J Neurol Surg B Skull Base 2014; 75 - a130
DOI: 10.1055/s-0034-1384034

Facial Nerve Schwannomas: Manchester Skull Base Team Experience

Jayesh Doshi 1, R. Heyes 1, G. Potter 1, C. Ward 1, S. Rutherford 1, A. King 2, R. Ramsden 1, S. Freeman 2, S. Lloyd 1
  • 1Salford Royal Hospital, United Kingdom
  • 2Department of Otolaryngology, St Mary's Hospital, Manchester, United Kingdom

Objective: There is no consensus for the management of facial nerve schwannomas (FNS). We aim to provide a structured approach to their management based on a large series over a 19-year period. Study Design: Retrospective review. Patients/material and Methods: Overall 28 FNS patients were included in the study. Mean age at diagnosis was 46.4 years (range, 22-73). Mean duration of follow-up was 48 months (range, 3-144). Results: Facial weakness was the presenting symptom in 16 patients (57%).
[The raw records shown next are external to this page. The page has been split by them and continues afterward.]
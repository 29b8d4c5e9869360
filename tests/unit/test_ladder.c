/* The ladder alone: every rule, its confirmation, its way back. Times in seconds of boot time. */
#include "core/ladder.h"
#include "util/real.h"

#include <math.h>
#include <setjmp.h>
#include <stdarg.h>
#include <stddef.h>
#include <stdint.h>
#include <stdio.h>
#include <stdlib.h>

#include <cmocka.h>

static const struct ladder_config CONFIG = {.reserve_charge = 0.25,
                                            .reserve_left_s = 3600.0,
                                            .keep_s = 120.0,
                                            .confirm_s = 30.0,
                                            .floor_confirm_s = 3.0,
                                            .floor_samples = 3,
                                            .grace_s = 60.0,
                                            .margin_charge = 0.03,
                                            .margin_left = 0.2,
                                            .margin_V = 0.05};

/* A pack with half its charge and hours to go. */
static struct ladder_input well(void) {
    return (struct ladder_input){.charge = 0.5,
                                 .left_s = 20000.0,
                                 .left_least_s = 15000.0,
                                 .cutoff = CAUSE_NONE,
                                 .cutoff_pack = -1,
                                 .clear = true,
                                 .new_sample = true,
                                 .floor_pack = -1};
}

static struct ladder_input at_cutoff(enum cause cause) {
    struct ladder_input in = well();

    in.charge = 0.07;
    in.left_s = in.left_least_s = 0.0;
    in.cutoff = cause;
    in.cutoff_pack = 0;
    in.clear = false;
    return in;
}

/* Steps once a second from *t_s for so many seconds. */
static enum stage run(struct ladder *ladder, struct ladder_input in, int *t_s, int seconds) {
    for (int i = 0; i < seconds; i++) {
        in.t_boot_us = (int64_t)++ * t_s * 1000000;
        ladder_step(ladder, &in);
    }
    return ladder->stage;
}

static void nothing_happens_while_all_is_well(void **unused) {
    struct ladder l;
    int t_s = 0;

    (void)unused;
    ladder_init(&l, &CONFIG, 0);
    assert_int_equal(run(&l, well(), &t_s, 10000), STAGE_AMPLE);
    assert_int_equal(l.cause, CAUSE_NONE);
    assert_true(isnan(ladder_grace_left_s(&l, 10000000)));
}

static void unknown_figures_move_nothing(void **unused) {
    struct ladder_input in = well();
    struct ladder l;
    int t_s = 0;

    (void)unused;
    in.charge = in.left_s = in.left_least_s = UNKNOWN;
    in.clear = false;
    ladder_init(&l, &CONFIG, 0);
    assert_int_equal(run(&l, in, &t_s, 100000), STAGE_AMPLE);
    in.blind = true;
    in.new_sample = false;
    assert_int_equal(run(&l, in, &t_s, 100000), STAGE_AMPLE);
}

static void unknown_figures_do_not_lift_either(void **unused) {
    struct ladder_input in = well();
    struct ladder l;
    int t_s = 0;

    (void)unused;
    ladder_init(&l, &CONFIG, 0);
    in.charge = 0.2;
    assert_int_equal(run(&l, in, &t_s, 40), STAGE_RESERVE);
    in.charge = in.left_s = UNKNOWN;
    assert_int_equal(run(&l, in, &t_s, 1000), STAGE_RESERVE);
}

static void reserve_by_charge_and_by_time(void **unused) {
    struct ladder_input in = well();
    struct ladder l;
    int t_s = 0;

    (void)unused;
    ladder_init(&l, &CONFIG, 0);
    in.charge = 0.25;
    assert_int_equal(run(&l, in, &t_s, 30), STAGE_AMPLE);
    assert_int_equal(run(&l, in, &t_s, 1), STAGE_RESERVE);
    assert_int_equal(l.cause, CAUSE_CHARGE);
    t_s = 0;
    ladder_init(&l, &CONFIG, 0);
    in = well();
    in.left_s = 3599.0;
    assert_int_equal(run(&l, in, &t_s, 31), STAGE_RESERVE);
    assert_int_equal(l.cause, CAUSE_LEFT);
}

static void a_condition_must_hold_without_a_break(void **unused) {
    struct ladder_input low = well();
    struct ladder l;
    int t_s = 0;

    (void)unused;
    low.charge = 0.2;
    ladder_init(&l, &CONFIG, 0);
    for (int i = 0; i < 50; i++) {
        run(&l, low, &t_s, 29);
        assert_int_equal(run(&l, well(), &t_s, 1), STAGE_AMPLE);
    }
}

static void time_alone_confirms_nothing(void **unused) {
    struct ladder_input low = at_cutoff(CAUSE_CHARGE);
    struct ladder l;
    int t_s = 0;

    (void)unused;
    ladder_init(&l, &CONFIG, 0);
    run(&l, low, &t_s, 2); /* two samples */
    low.new_sample = false;
    assert_int_equal(run(&l, low, &t_s, 10000), STAGE_AMPLE);
    low.new_sample = true;
    assert_int_equal(run(&l, low, &t_s, 1), STAGE_RESERVE);
}

static void a_time_that_stands_confirms_nothing(void **unused) {
    struct ladder_input low = at_cutoff(CAUSE_CHARGE);
    struct ladder l;

    (void)unused;
    ladder_init(&l, &CONFIG, 0);
    low.t_boot_us = 1000000;
    for (int i = 0; i < 1000; i++)
        assert_int_equal(ladder_step(&l, &low), STAGE_AMPLE);
}

static void down_one_stage_at_a_time_and_leaving_is_final(void **unused) {
    static const enum cause causes[] = {CAUSE_CHARGE, CAUSE_REST, CAUSE_BLIND};

    (void)unused;
    for (size_t i = 0; i < 3; i++) {
        struct ladder_input low = at_cutoff(causes[i]);
        struct ladder l;
        int t_s = 0;

        ladder_init(&l, &CONFIG, 0);
        assert_int_equal(run(&l, low, &t_s, 31), STAGE_RESERVE);
        assert_int_equal(run(&l, low, &t_s, 1), STAGE_EDGE);
        assert_int_equal(l.cause, causes[i]);
        assert_int_equal(l.cause_pack, 0);
        assert_true(ladder_grace_left_s(&l, (int64_t)t_s * 1000000) == 60.0);
        assert_int_equal(run(&l, low, &t_s, 59), STAGE_EDGE);
        assert_true(ladder_grace_left_s(&l, (int64_t)t_s * 1000000) == 1.0);
        assert_int_equal(run(&l, low, &t_s, 1), STAGE_LEAVING);
        assert_int_equal(run(&l, well(), &t_s, 10000), STAGE_LEAVING);
    }
}

static void keep_needs_least_and_a_near_end(void **unused) {
    struct ladder_input in = well();
    struct ladder l;
    int t_s = 0;

    (void)unused;
    ladder_init(&l, &CONFIG, 0);
    in.left_least_s = 0.0; /* a wide start: hours expected, nothing sure */
    assert_int_equal(run(&l, in, &t_s, 1000), STAGE_AMPLE);
    in.left_s = 500.0;
    in.left_least_s = 119.0;
    assert_int_equal(run(&l, in, &t_s, 32), STAGE_EDGE);
    assert_int_equal(l.cause, CAUSE_KEEP);
}

static void blind_needs_no_samples(void **unused) {
    struct ladder_input in = at_cutoff(CAUSE_BLIND);
    struct ladder l;
    int t_s = 0;

    (void)unused;
    in.blind = true;
    in.new_sample = false;
    ladder_init(&l, &CONFIG, 0);
    assert_int_equal(run(&l, in, &t_s, 32), STAGE_EDGE);
    assert_int_equal(run(&l, in, &t_s, 60), STAGE_LEAVING);
}

static void floor_goes_at_once_from_any_stage(void **unused) {
    struct ladder_input in = well();
    struct ladder l;
    int t_s = 0;

    (void)unused;
    in.under_floor = true;
    in.floor_pack = 1;
    ladder_init(&l, &CONFIG, 0);
    assert_int_equal(run(&l, in, &t_s, 3), STAGE_AMPLE);
    assert_int_equal(run(&l, in, &t_s, 1), STAGE_LEAVING);
    assert_int_equal(l.cause, CAUSE_FLOOR);
    assert_int_equal(l.cause_pack, 1);
}

static void floor_needs_distinct_samples_in_a_row(void **unused) {
    struct ladder_input under = well(), tick = well();
    struct ladder l;
    int t_s = 0;

    (void)unused;
    under.under_floor = tick.under_floor = true;
    tick.new_sample = false;
    ladder_init(&l, &CONFIG, 0);
    run(&l, under, &t_s, 2);
    assert_int_equal(run(&l, tick, &t_s, 1000), STAGE_AMPLE);
    run(&l, well(), &t_s, 1);
    for (int i = 0; i < 200; i++) {
        run(&l, under, &t_s, 3);
        assert_int_equal(run(&l, well(), &t_s, 1), STAGE_AMPLE);
    }
}

static void an_adapter_that_lifts_rescues_from_edge(void **unused) {
    struct ladder_input low = at_cutoff(CAUSE_CHARGE), lifted;
    struct ladder l;
    int t_s = 0;

    (void)unused;
    lifted = low;
    lifted.lifted = true;
    lifted.left_s = lifted.left_least_s = ENDLESS;
    ladder_init(&l, &CONFIG, 0);
    assert_int_equal(run(&l, low, &t_s, 32), STAGE_EDGE);
    assert_int_equal(run(&l, lifted, &t_s, 30), STAGE_EDGE);
    assert_int_equal(run(&l, lifted, &t_s, 1), STAGE_RESERVE);
    assert_int_equal(run(&l, lifted, &t_s, 10000), STAGE_RESERVE); /* charge is still low */
    assert_int_equal(run(&l, low, &t_s, 31), STAGE_EDGE);          /* it is gone: all anew */
}

static void an_adapter_late_in_the_grace_holds_the_order_back(void **unused) {
    struct ladder_input low = at_cutoff(CAUSE_CHARGE), lifted;
    struct ladder l;
    int t_s = 0;

    (void)unused;
    lifted = low;
    lifted.lifted = true;
    ladder_init(&l, &CONFIG, 0);
    run(&l, low, &t_s, 32 + 59);
    assert_int_equal(l.stage, STAGE_EDGE);
    assert_int_equal(run(&l, lifted, &t_s, 40), STAGE_RESERVE);
}

/* A condition that shows in one of many samples holds the stage in edge, and orders nothing. */
static void a_flicker_after_the_grace_orders_nothing(void **unused) {
    struct ladder l;
    int t_s = 0;

    (void)unused;
    ladder_init(&l, &CONFIG, 0);
    assert_int_equal(run(&l, at_cutoff(CAUSE_REST), &t_s, 70), STAGE_EDGE);
    for (int i = 0; i < 20; i++) {
        struct ladder_input near = well();

        near.clear = false;
        assert_int_equal(run(&l, near, &t_s, 9), STAGE_EDGE);
        assert_int_equal(run(&l, at_cutoff(CAUSE_REST), &t_s, 1), STAGE_EDGE);
    }
    assert_int_equal(run(&l, at_cutoff(CAUSE_REST), &t_s, 31), STAGE_LEAVING);
}

static void a_resumed_countdown_is_not_confirmed_anew(void **unused) {
    struct ladder l;
    int t_s = 100;

    (void)unused;
    ladder_init(&l, &CONFIG, 100000000);
    ladder_resume(&l, STAGE_EDGE, 50000000, CAUSE_CHARGE);
    assert_int_equal(run(&l, at_cutoff(CAUSE_CHARGE), &t_s, 9), STAGE_EDGE);
    assert_int_equal(run(&l, at_cutoff(CAUSE_CHARGE), &t_s, 1), STAGE_LEAVING);
}

static void the_way_up_has_a_margin(void **unused) {
    struct ladder_input in = well();
    struct ladder l;
    int t_s = 0;

    (void)unused;
    ladder_init(&l, &CONFIG, 0);
    in.charge = 0.2;
    run(&l, in, &t_s, 31);
    in.charge = 0.28;
    assert_int_equal(run(&l, in, &t_s, 1000), STAGE_RESERVE);
    in.charge = 0.2801;
    assert_int_equal(run(&l, in, &t_s, 31), STAGE_AMPLE);
    in.left_s = 3000.0;
    run(&l, in, &t_s, 31);
    in.left_s = 4319.0;
    assert_int_equal(run(&l, in, &t_s, 1000), STAGE_RESERVE);
    in.left_s = 4320.0;
    assert_int_equal(run(&l, in, &t_s, 31), STAGE_AMPLE);
}

/* Whatever comes in, the ladder goes down one stage a step (but for the floor), never leaves
 * `leaving`, and orders nothing while only unknowns and plenty were seen. */
static void property_no_jump_and_no_return(void **unused) {
    const char *given = getenv("SEED");
    unsigned seed = given ? (unsigned)atoi(given) : 20261201u;

    (void)unused;
    printf("ladder property seed %u\n", seed);
    srand(seed);
    for (int run_no = 0; run_no < 300; run_no++) {
        struct ladder l;
        int64_t t_us = 0;

        ladder_init(&l, &CONFIG, 0);
        for (int step = 0; step < 500; step++) {
            struct ladder_input in = rand() % 3 ? well() : at_cutoff(CAUSE_CHARGE);
            enum stage before = l.stage, after;

            in.t_boot_us = t_us += rand() % 20 * 1000000;
            in.new_sample = rand() % 4 != 0;
            in.lifted = rand() % 5 == 0;
            in.blind = rand() % 9 == 0;
            in.under_floor = rand() % 6 == 0;
            if (rand() % 7 == 0)
                in.charge = in.left_s = UNKNOWN;
            after = ladder_step(&l, &in);
            if (before == STAGE_LEAVING)
                assert_int_equal(after, STAGE_LEAVING);
            else if (l.cause != CAUSE_FLOOR)
                assert_in_range(after + 1, before, before + 2);
        }
    }
}

int main(void) {
    static const struct CMUnitTest tests[] = {
        cmocka_unit_test(nothing_happens_while_all_is_well),
        cmocka_unit_test(unknown_figures_move_nothing),
        cmocka_unit_test(unknown_figures_do_not_lift_either),
        cmocka_unit_test(reserve_by_charge_and_by_time),
        cmocka_unit_test(a_condition_must_hold_without_a_break),
        cmocka_unit_test(time_alone_confirms_nothing),
        cmocka_unit_test(a_time_that_stands_confirms_nothing),
        cmocka_unit_test(down_one_stage_at_a_time_and_leaving_is_final),
        cmocka_unit_test(keep_needs_least_and_a_near_end),
        cmocka_unit_test(blind_needs_no_samples),
        cmocka_unit_test(floor_goes_at_once_from_any_stage),
        cmocka_unit_test(floor_needs_distinct_samples_in_a_row),
        cmocka_unit_test(an_adapter_that_lifts_rescues_from_edge),
        cmocka_unit_test(an_adapter_late_in_the_grace_holds_the_order_back),
        cmocka_unit_test(a_flicker_after_the_grace_orders_nothing),
        cmocka_unit_test(a_resumed_countdown_is_not_confirmed_anew),
        cmocka_unit_test(the_way_up_has_a_margin),
        cmocka_unit_test(property_no_jump_and_no_return),
    };

    return cmocka_run_group_tests(tests, NULL, NULL);
}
Most patients had multisegment involvement; the internal acoustic canal (IAC) was most commonly affected (68%). Fourteen patients were initially managed conservatively; 14 patients received primary surgical intervention. Two patients failed conservative management due to deterioration in facial nerve function and underwent surgery. No patients opted for stereotactic radiotherapy. Ten patients had primary nerve grafting (HB score outcome III/IV in 7/10 patients after mean follow-up of 34 months) and five patients had a staged VII/XII transposition (HB outcome IV in 2/4 patients and HB outcome V in the other two patients [mean follow-up of 25 months, one patient missing data]). Conclusions: The philosophy of our unit in managing FNS is to preserve facial function wherever possible. There is strong evidence from this study that such an approach is valid given the high proportion of patients who had preservation of facial function over the follow-up period and the small number of tumors that showed significant growth.